Tensor factorization based method for low rank matrix completion and its application on tensor completion

TL;DR

This paper introduces a tensor factorization approach for low rank matrix and tensor completion, reformulating the problems to improve efficiency and exploiting low rank structures for better accuracy and speed.

Contribution

It establishes a relationship between matrix rank and tensor tubal rank, and proposes a novel tensor completion model using a two-stage factorization strategy.

Findings

Outperforms state-of-the-art methods in accuracy

Achieves faster computation times

Effectively exploits low rank structures

Abstract

Low rank matrix and tensor completion problems are to recover the incomplete two and higher order data by using their low rank structures.
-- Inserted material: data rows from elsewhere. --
/** How much of its hazards the public sees. */
export const hazardDetails = ['full', 'crag', 'members'] as const

/** The owner's word on work at a crag; no order is offered while disputed. */
export const consentStates = ['given', 'not_needed', 'disputed', 'unknown'] as const
export type ConsentState = (typeof consentStates)[number]

export const rocks = ['limestone', 'sandstone', 'gritstone', 'granite', 'slate', 'other'] as const
export type Rock = (typeof rocks)[number]

/** Corrosivity of the air by ISO 9223. */
export const corrosivities = ['C1', 'C2', 'C3', 'C4', 'C5', 'CX'] as const
export type Corrosivity = (typeof corrosivities)[number]

/** How much a climb is climbed. */
export const traffics = ['quiet', 'steady', 'busy', 'groups'] as const
export type Traffic = (typeof traffics)[number]

export const trafficWords: Record<Traffic, string> = {
  quiet: 'climbed seldom',
  steady: 'climbed steadily',
  busy: 'climbed often',
  groups: 'climbed by groups',
}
The essential problem in the matrix and tensor completion problems is how to improve the efficiency. To this end, we first establish the relationship between matrix rank and tensor tubal rank, and then reformulate matrix completion problem as a tensor completion problem. For the reformulated tensor completion problem, we adopt a two-stage strategy based on tensor factorization algorithm. In this way, a matrix completion problem of big size can be solved via some matrix computations of smaller sizes. For a third order tensor completion problem, to fully exploit the low rank structures, we introduce the double tubal rank which combines the tubal rank and the rank of the mode-3 unfolding matrix. For the mode-3 unfolding matrix rank, we follow the idea of matrix completion. Based on this, we establish a novel model and modify the tensor factorization based algorithm for third order tensor completion. Extensive numerical experiments demonstrate that the proposed methods outperform state-of-the-art methods in terms of both accuracy and running time.